'Life' lacks taste, loses focus

Published: Sunday, Feb. 26 2006 12:00 a.m. MST

THE GOOD LIFE, by Jay McInerney, Knopf, 353 pages, $25.

It seems fitting that a novelist who has devoted so much of his life to partying that he has not written up to his abilities should write a book called "The Good Life."

But if you expect from the title that it is representative of atonement, you will be disappointed.

This is, strictly speaking, a 9/11 novel , although the tragedy of 9/11 is more like an excuse for the book, or at least a basis for the meeting of the principal characters. Fellow New Yorkers Corrine Callaway and Luke McGavock are introduced to each other while doing volunteer work in a soup kitchen near Ground Zero.

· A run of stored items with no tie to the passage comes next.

import { describe, expect, it } from 'vitest'
import { energyEquivalent } from '../../../shared/domain/results/energy-equivalent'
import {
  NET_CALORIFIC_COEFFICIENTS,
  SULFUR_CORRECTION_J_PER_PCT_G,
  acidCorrectionFromTitrationJ,
  fuseCorrectionJ,
  grossCalorificValue,
  netCalorificValueConstantPressure,
  netCalorificValueConstantVolume,
  nitricAcidCorrectionJ,
  sulfurCorrectionJ,
  titrantJPerMl,
} from '../../../shared/domain/results/calorific-value'

// Data the checks are built from, with their sources.
const SRM_39J_J_PER_G = 26_434 // NIST SRM 39j certificate (bomb conditions, mass in vacuum)
const BA_DELTA_C_H_KJ_PER_MOL = -3226.9 // benzoic acid (s), standard enthalpy of combustion, NIST Chemistry WebBook
const DELTA_VAP_H_WATER_KJ_PER_MOL = 44.01 // water at 25 °C, NIST Chemistry WebBook / CODATA key values
const R = 8.314_462_618 // J/(mol·K), CODATA 2018
const T = 298.15 // K, the 25 °C reference temperature of ISO 1928
const M_H = 1.008 // IUPAC standard atomic weights (abridged)
const M_C = 12.011
const M_N = 14.007
const M_O = 15.999
const M_S = 32.06
const M_H2O = 2 * M_H + M_O
const CAL_IT_J = 4.1868 // NIST SP 811, Appendix B

const RT_KJ = (R * T) / 1000 // 2.4790 kJ/mol
const DELTA_VAP_U_WATER_KJ_PER_MOL = DELTA_VAP_H_WATER_KJ_PER_MOL - RT_KJ // ΔU = ΔH − Δn_gas·RT, Δn_gas = +1

describe('net calorific value coefficients re-derived (ISO 1928 / ISO 18125)', () => {
  // Per 1 mass-% H in 1 g of fuel: 0.01 g H → 0.01/(2·1.008) mol H2O, vaporised.
  const molWaterPerPctH = 0.01 / (2 * M_H)
  // Per 1 mass-% moisture: 0.01 g water.
  const molWaterPerPctM = 0.01 / M_H2O
  // Constant volume → constant pressure: q_p = q_v − Δn_gas·RT. Burning H takes ¼ mol O2 per mol H (Δn = −¼ per
  // mol H); fuel O frees O2 (Δn = +½ per mol O); fuel N leaves as N2 (Δn = +½ per mol N).
  const pvPerPctH = 0.25 * (0.01 / M_H) * RT_KJ * 1000
  const pvPerPctO = 0.5 * (0.01 / M_O) * RT_KJ * 1000
  const pvPerPctN = 0.5 * (0.01 / M_N) * RT_KJ * 1000

  it('212.2 J/g per % H at constant pressure = latent heat of the water formed − pV work', () => {
    // 0.004 960 mol × 44 010 J/mol = 218.30 J/g; − 0.002 480 mol × 2 479 J/mol = 6.15 J/g → 212.16 J/g.
    const derived = molWaterPerPctH * DELTA_VAP_H_WATER_KJ_PER_MOL * 1000 - pvPerPctH
    expect(derived).toBeCloseTo(NET_CALORIFIC_COEFFICIENTS.hydrogenConstantPressure, 1)
  })

  it('206.0 J/g per % H at constant volume = energy of vaporisation (ΔH − RT) of the water formed', () => {
    const derived = molWaterPerPctH * DELTA_VAP_U_WATER_KJ_PER_MOL * 1000 // 0.004 960 × 41 531 = 206.01
    expect(derived).toBeCloseTo(NET_CALORIFIC_COEFFICIENTS.hydrogenConstantVolume, 1)
  })

  it('24.43 and 23.05 J/g per % moisture', () => {
    expect(molWaterPerPctM * DELTA_VAP_H_WATER_KJ_PER_MOL * 1000).toBeCloseTo(NET_CALORIFIC_COEFFICIENTS.moistureConstantPressure, 2)
    expect(molWaterPerPctM * DELTA_VAP_U_WATER_KJ_PER_MOL * 1000).toBeCloseTo(NET_CALORIFIC_COEFFICIENTS.moistureConstantVolume, 2)
  })

  it('0.8 J/g per % (O + N) is the pV work of the O2 and N2 released, one rounded figure for both', () => {
    // O: 0.775 J/g per %, N: 0.885 J/g per %; the standard uses 0.8 for either, within 0.1 J/g per %.
    expect(Math.abs(pvPerPctO - NET_CALORIFIC_COEFFICIENTS.oxygenNitrogenConstantPressure)).toBeLessThan(0.1)
    expect(Math.abs(pvPerPctN - NET_CALORIFIC_COEFFICIENTS.oxygenNitrogenConstantPressure)).toBeLessThan(0.1)
  })
})

describe('net calorific value of benzoic acid against the NIST WebBook enthalpy of combustion', () => {
  // C7H6O2: H = 6·1.008/122.123 = 4.952 %, O = 2·15.999/122.123 = 26.20 % (IUPAC atomic weights).
  const molar = 7 * M_C + 6 * M_H + 2 * M_O
  const hydrogenDryPct = (100 * 6 * M_H) / molar
  const oxygenDryPct = (100 * 2 * M_O) / molar
  // Standard-state gross value at constant volume: ΔcU° = ΔcH° − Δn_gas·RT, Δn_gas = 7 CO2 − 7.5 O2 = −0.5 mol.
  const grossDryJPerG = (-(BA_DELTA_C_H_KJ_PER_MOL + 0.5 * RT_KJ) / molar) * 1000 // ≈ 26 413 J/g
  // The coefficients are rounded to 0.1 J/g per % and O and N share 0.8: about 1 J/g at most here, so 0.01 %.
  const tolerance = 1e-4 * grossDryJPerG

  it('at constant pressure: −ΔcH° with the 3 mol of water as vapour', () => {
    const expected = ((-BA_DELTA_C_H_KJ_PER_MOL - 3 * DELTA_VAP_H_WATER_KJ_PER_MOL) / molar) * 1000 // ≈ 25 342 J/g
    const net = netCalorificValueConstantPressure({ grossDryJPerG, hydrogenDryPct, oxygenDryPct, nitrogenDryPct: 0, moisturePct: 0 })
    expect(Math.abs(net - expected)).toBeLessThan(tolerance)
  })

  it('at constant volume: −ΔcU° with the water as vapour', () => {
    const expected = grossDryJPerG - ((3 * DELTA_VAP_U_WATER_KJ_PER_MOL) / molar) * 1000 // ≈ 25 393 J/g
    const net = netCalorificValueConstantVolume({ grossDryJPerG, hydrogenDryPct, moisturePct: 0 })
    expect(Math.abs(net - expected)).toBeLessThan(tolerance)
  })

  it('with 10 % moisture: 90 % of the dry net value less the vaporisation of 0.1 g water per g', () => {
    const dryNet = ((-BA_DELTA_C_H_KJ_PER_MOL - 3 * DELTA_VAP_H_WATER_KJ_PER_MOL) / molar) * 1000
    const expected = 0.9 * dryNet - (0.1 / M_H2O) * DELTA_VAP_H_WATER_KJ_PER_MOL * 1000 // ≈ 22 564 J/g
    const net = netCalorificValueConstantPressure({ grossDryJPerG, hydrogenDryPct, oxygenDryPct, nitrogenDryPct: 0, moisturePct: 10 })
    expect(Math.abs(net - expected)).toBeLessThan(tolerance)
  })

  it('refuses a moisture of 100 % or more', () => {
    expect(() => netCalorificValueConstantVolume({ grossDryJPerG, hydrogenDryPct, moisturePct: 100 })).toThrow(RangeError)
  })
})

describe('grossCalorificValue (ASTM D5865; ISO 1928)', () => {
  const fuseJ = fuseCorrectionJ(10, 9.6) // 10 cm nickel-chromium wire × 9.6 J/cm (from memory)

  it('recovers the NIST SRM 39j value when benzoic acid is measured as an unknown', () => {
    const eps = energyEquivalent({ benzoicAcidMassG: 1.0003, benzoicAcidJPerG: SRM_39J_J_PER_G, temperatureRiseK: 2.5190, fuseJ })
    // A 0.8000 g pellet releases 0.8000 × 26 434 J plus the fuse; the calorimeter shows that heat divided by ε.
    const theta = (0.8 * SRM_39J_J_PER_G + fuseJ) / eps
    expect(grossCalorificValue({ energyEquivalentJPerK: eps, temperatureRiseK: theta, sampleMassG: 0.8, fuseJ })).toBeCloseTo(SRM_39J_J_PER_G, 6)
  })

  it('subtracts every correction before dividing by the mass', () => {
    const input = { energyEquivalentJPerK: 10_500, temperatureRiseK: 2.6, sampleMassG: 1.05, fuseJ, acidJ: 40, sulfurJ: 86.25, aidJ: 0 }
    expect(grossCalorificValue(input)).toBeCloseTo((10_500 * 2.6 - 96 - 40 - 86.25) / 1.05, 9)
  })

  it('refuses a zero mass', () => {
    expect(() => grossCalorificValue({ energyEquivalentJPerK: 10_500, temperatureRiseK: 2.6, sampleMassG: 0 })).toThrow(RangeError)
  })
})

describe('thermochemical corrections', () => {
  it('fuse: burnt length × J/cm (ASTM D240 / D5865)', () => {
    expect(fuseCorrectionJ(7.5, 9.6)).toBeCloseTo(72, 10)
  })

  it('nitric acid: 0.0725 mol/L titrant ≈ 4.33 J/mL with 59.7 kJ/mol (ISO 1928, from memory)', () => {
    // 0.0725 mmol/mL × 59.7 J/mmol = 4.328 J/mL; 0.0725 N is the ASTM D240 alkali (from memory).
    expect(titrantJPerMl(0.0725)).toBeCloseTo(0.0725 * 59.7, 10)
    expect(acidCorrectionFromTitrationJ(8.5, titrantJPerMl(0.0725))).toBeCloseTo(8.5 * 0.0725 * 59.7, 10)
    // ISO style from moles of HNO3 formed: 0.5 mmol × 59.7 kJ/mol = 29.85 J.
    expect(nitricAcidCorrectionJ(0.0005)).toBeCloseTo(29.85, 10)
  })

  it('sulfur: 57.5 J per %S per g re-derived from the ASTM heats of formation', () => {
    // ASTM convention (as summarised in secondary sources): H2SO4 from SO2 72.2 kcal/mol (36.1 cal/meq), HNO3 14.1 kcal/mol.
    // The titration already counted each mol H2SO4 as 2 mol HNO3, so per mol S: 72.2 − 2 × 14.1 = 44.0 kcal.
    // Per %S per g of sample: 0.01 g S / 32.06 g/mol × 44 000 cal/mol × 4.1868 J/cal_IT = 57.46 J.
    const derived = (0.01 / M_S) * (72.2 - 2 * 14.1) * 1000 * CAL_IT_J
    expect(derived).toBeCloseTo(SULFUR_CORRECTION_J_PER_PCT_G, 1)
    // 1.50 % S in a 1.0000 g sample → 57.5 × 1.50 × 1.0000 = 86.25 J (ASTM D5865 form, from memory).
    expect(sulfurCorrectionJ(1.5, 1)).toBeCloseTo(86.25, 10)
  })

  it('refuses impossible inputs', () => {
    expect(() => sulfurCorrectionJ(101, 1)).toThrow(RangeError)
    expect(() => fuseCorrectionJ(-1, 9.6)).toThrow(RangeError)
    expect(() => titrantJPerMl(0)).toThrow(RangeError)
  })
})
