/** The thermogram's corrected rise by the chosen method, with the period boundaries used. */
export function thermogramRise(t: NonNullable<ResultInputs['thermogram']>): { riseK: number, summary: ThermogramSummary } {
  const parsed = parseThermogramCsv(t.csv)
  if (!parsed.ok) {
    const shown = parsed.errors.slice(0, 8).map(e => (e.row === null ? e.message : `line ${e.row}: ${e.message}`))
    const more = parsed.errors.length > 8 ? ` (and ${parsed.errors.length - 8} more)` : ''
    throw new ResultInputError('thermogram.csv', `${shown.join('; ')}${more}`)
  }
  let analysis
  try {
    analysis = analyseThermogram(parsed.points, { ignitionTimeS: t.ignitionTimeS, mainPeriodEndTimeS: t.mainPeriodEndTimeS })
  }
  catch (err) {
    if (err instanceof RangeError) throw new ResultInputError('thermogram', err.message)
    throw err
  }
  if (!analysis.ok) throw new ResultInputError('thermogram', analysis.reason)
  const summary: ThermogramSummary = {
    method: t.method,
    fileName: t.fileName ?? null,
    readings: parsed.points.length,
    ignitionTimeS: analysis.periods.ignitionTimeS,
    mainPeriodEndTimeS: analysis.periods.mainPeriodEndTimeS,
    detected: analysis.periods.detected,
    regnaultPfaundlerRiseK: analysis.regnaultPfaundler.riseK,
    dickinsonRiseK: analysis.dickinson.riseK,
    coolingCorrectionK: analysis.regnaultPfaundler.coolingCorrectionK,
    foreDriftKPerS: analysis.regnaultPfaundler.foreDriftKPerS,
    afterDriftKPerS: analysis.regnaultPfaundler.afterDriftKPerS,
  }
  return { riseK: t.method === 'dickinson' ? summary.dickinsonRiseK : summary.regnaultPfaundlerRiseK, summary }
}
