// Charge assessment: heat, oxygen, peak bound, screening and vessel state turned into findings and a verdict.
import { z } from 'zod'
import {
  type AtomCounts,
  type Composition,
  asFiredFractions,
  compositionFromFormula,
  CompositionError,
  compositionProblems,
} from './composition'
import { chooseHeatingValue, type CorrelationEstimate, type HeatingValueSource, type WireType } from './heating-value'
import { combustionPerGram, fillGaugeForOxygenMol, oxygenDemandFromHeatMol, vesselGas } from './oxygen'
import { type GasAmounts, GAS_SPECIES, peakPressureBound, type ProofCharge, proofChargeBound } from './peak-pressure'
import type { LabPolicy } from './policy'
import {
  type DeclaredHazard,
  type ExplosophoreGroup,
  EXPLOSOPHORE_GROUPS,
  oxidiserFractionPct,
  type ScreeningResult,
  screenComponent,
} from './screening'
import type { StructureAnalysis } from './structure'
import type { VesselState } from './vessel-state'

// ───────────────────────────── public contract (DESIGN §6, POST /api/assess) ─────────────────────────────

export type VesselClass = 'standard' | 'high-strength'
// The vessel's states are those of the one state function (DESIGN.md §5).
export type { VesselState }
export type ComponentRole = 'sample' | 'aid' | 'fuse'
export type RunRole = 'sample' | 'standardisation' | 'check'
export type Severity = 'block' | 'approval' | 'info'
export type Verdict = 'clear' | 'needs-approval' | 'blocked'

export interface VesselInput {
  ratedEnergyJ: number
  maxChargeMassG: number
  /** Gauge. */
  maxFillPressureMPa: number
  volumeMl: number
  class: VesselClass
  state?: VesselState
  name?: string
  proofCharge?: ProofCharge
}

export interface ChargeComponentInput {
  role: ComponentRole
  massG?: number
  lengthCm?: number
  wire?: WireType
  heatingValueJPerG?: number
  formula?: string
  smiles?: string
  composition?: Composition
  declaredHazard?: DeclaredHazard
  decompositionEnergyJPerG?: number
  name?: string
  /** Density for the free-volume estimate; the policy value (1 g/mL, common practice) when absent. */
  densityGPerMl?: number
  /** Set by the server when the heating value was filled in from a material record. */
  heatingValueFrom?: 'declared' | 'material'
}

/** Chemistry derived from a formula or a structure by resolveComponents. */
export interface ResolvedChemistry {
  source: 'formula' | 'structure'
  formula: string
  atoms: AtomCounts
  molarMassGPerMol: number
  composition: Composition
  /** Present only when a structure was searched. */
  explosophores?: ExplosophoreGroup[]
}

export interface ResolvedComponent extends ChargeComponentInput {
  resolved?: ResolvedChemistry
}

export interface ChargeInput {
  vessel: VesselInput
  /** Gauge, as read on the regulator. */
  fillPressureMPa: number
  temperatureC?: number
  waterMl?: number
  components: ResolvedComponent[]
  standardEnergyJ?: number
  runRole?: RunRole
}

Corrine is in a rocky marriage with Russell, a successful publisher, although they have young twins, conceived in a petri dish with eggs provided by Corrine's wild but beautiful sister, Hilary (which becomes a major complication). Corrine is suspicious that Russell has cheated on her — and she is right.

McGavock, who lives a little higher on the social register on the Upper East Side, is an investment banker who has decided that life should have more to offer than wealth, of which he has plenty. He is disturbed, also, by his teenage daughter, who is consumed by materialism, and his wife, Sasha, who is beautiful, well-spoken and completely caught up in social stardom.

His marriage is on the verge of dissolution because he and Sasha see everything so differently, and they are becoming more and more distant from each other. Besides, Sasha has been rumored to be having an affair with a powerful man he doesn't respect.

The set-up, then, is ideal for Corrine and Luke to fall in love — which they do, in wholly romantic fashion, just as each is looking in fresh terms at life and its meaning.

They have been more profoundly affected by the tragedy of terrorism than their families. Eventually, they are so much in love that they go to the soup kitchen more to see each other than to do humanitarian work.

The premise here works in the main, and the characters are interesting. Corrine, especially, is loaded with charisma. But the novelist tries to do too much and go in too many directions.

When the storyline focuses on Corrine and Luke, it works. But it sputters when dealing with Russell and his girlfriend, Russell's diverse friends from the literary world and Corrine's dangerous sister, who seems ready to take obnoxious — if understandable — ownership of the twins.